Figure 5.1: Cluster Summary
The user can select to view information by cluster, as shown in Figure 5.2. The setting applies to all cluster management interfaces at the same time.
Figure 5.2: Select Cluster
Also, the user can select to view cluster information by time range, as shown in Figure 5.3.
Figure 5.3: Set Time
In addition, in the Cluster Summary interface, the user can monitor cluster information such as Total Memory Utilization, Total Disk Space Utilization, CPUs Total and Online Nodes.

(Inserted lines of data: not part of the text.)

"""Network versions over HTTP: the ETag that names a version, and the If-Match a change of a
network must send with its current version (a PUT, a calibration apply)."""

from __future__ import annotations

from typing import Annotated

from fastapi import Header

from service.problems import PreconditionFailed, PreconditionRequired

__all__ = ["IfMatch", "check_if_match", "etag"]

IfMatch = Annotated[str | None, Header(description="The current version number, as given in ETag.")]


def etag(version: int) -> str:
    return f'"{version}"'


def check_if_match(
    network_id: int, current: int, if_match: str | None, *, what: str = "network"
) -> None:
    """428 without If-Match, 412 when it does not name the current version (or *); `what` is
    the kind of thing being changed (a network, an assortment's layout), for the messages."""
    if if_match is None:
        raise PreconditionRequired(
            f"send If-Match: {etag(current)} (the current version) to change {what} {network_id}"
        )
    wanted = {tag.strip().removeprefix("W/").strip('"') for tag in if_match.split(",")}
    if str(current) not in wanted and "*" not in wanted:
        raise PreconditionFailed(
            f"{what} {network_id} is at version {current}, not {if_match}",
            current_version=current,
        )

With the CPU tab under “Cluster Summary”, the user can monitor CPU status of the cluster, including:
Idle CPU percentage: percentage of idle CPU in total CPU of the cluster
CPU utilization at the system level: percentage of kernel space in total CPU of the cluster
CPU Utilization at the user level: percentage of user space in total CPU of the cluster shown in the figure 5.4
Figure 5.4: CPU Monitor
With the Memory tab under “Cluster Summary”, the user can monitor memory status of the cluster, including: Total Memory: total memory of the
Memory Free: total memory free of the cluster
Memory Buffered: total memory buffered of the cluster. Buffer refers to memory temporarily used by CPU to access I/O devices. Since Linux uses the cache to store file content, the memory here is mainly only for file metadata like directory structure and file attributes. Typically the amount of memory used is a few hundred MB.

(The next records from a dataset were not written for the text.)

def install_docs(app: FastAPI) -> None:
    """/docs with the Swagger UI files served from DOCS_ASSETS, FastAPI's documented way to
    self-host them (create the app with docs_url=None and redoc_url=None): the page works
    offline and loads nothing from elsewhere."""
    app.mount(DOCS_ASSETS, StaticFiles(directory=SWAGGER_UI_FILES), name="docs-assets")
    redirect = "/docs/oauth2-redirect"

    @app.get("/docs", include_in_schema=False)
    async def swagger_ui() -> HTMLResponse:
        return get_swagger_ui_html(
            openapi_url=app.openapi_url or "/openapi.json",
            title=f"{app.title} API",
            oauth2_redirect_url=redirect,
            swagger_js_url=f"{DOCS_ASSETS}/swagger-ui-bundle.js",
            swagger_css_url=f"{DOCS_ASSETS}/swagger-ui.css",
            swagger_favicon_url=f"{DOCS_ASSETS}/favicon-32x32.png",
            # No badge that would send the document to an outside validator.
            swagger_ui_parameters={"validatorUrl": None},
        )

    @app.get(redirect, include_in_schema=False)
    async def swagger_ui_redirect() -> HTMLResponse:
        return get_swagger_ui_oauth2_redirect_html()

Memory Cached: total memory cached of the cluster Cache refes to the memory that the CPU used to keep file data. It is kept in memory to reduce the need to access files in I/O devices. Usually, most of the memory not used by application or buffer is allocated to cache to improve performance. Only a small amount is completely left unused.
This is shown in Figure 5.5.
Figure 5.5: Memory Monitor
With the Swap tab under “Cluster Summary”, the user can monitor swap status of the cluster, including Total Swap and Used Swap, as shown in Figure 5.6.
Figure 5.6: Swap Monitor
With the Network tab under “Cluster Summary”, the user can monitor network status of the cluster, including:
Number of Bytes IN: Number of Bytes IN last hour
Number of Bytes OUT: Number of Bytes OUT last hour
Number of Packets IN: Number of Packets IN last hour
Number of Packets OUT: Number of Packets OUT last hour
When an Infiniband device is available in the user cluster, the user can monitor Infiniband status of the cluster with the Infiniband tab under “Cluster Summary”. It includes:
Number of Bytes IN: Number of Bytes IN last
Number of Bytes OUT: Number of Bytes OUT last hour
Number of Packets IN: Number of Packets IN last hour
Number of Packets OUT: Number of Packets OUT last hour
With the Disk tab under “Cluster Summary”, the user can monitor disk status of the cluster, including: Disks Idle, Disks Total
With the Load tab under “Cluster Summary”, the user can monitor load status of the cluster, including: 15 minutes Load Average, 5 minutes Load Average and 1 minute Load Average.
With the Network Interfaces tab under “Cluster Summary”, the user can monitor NIC (Network Interface Card) status of the cluster, including: Number of Bytes IN, Number of Packets IN, Number of Bytes OUT and Number of Packets OUT.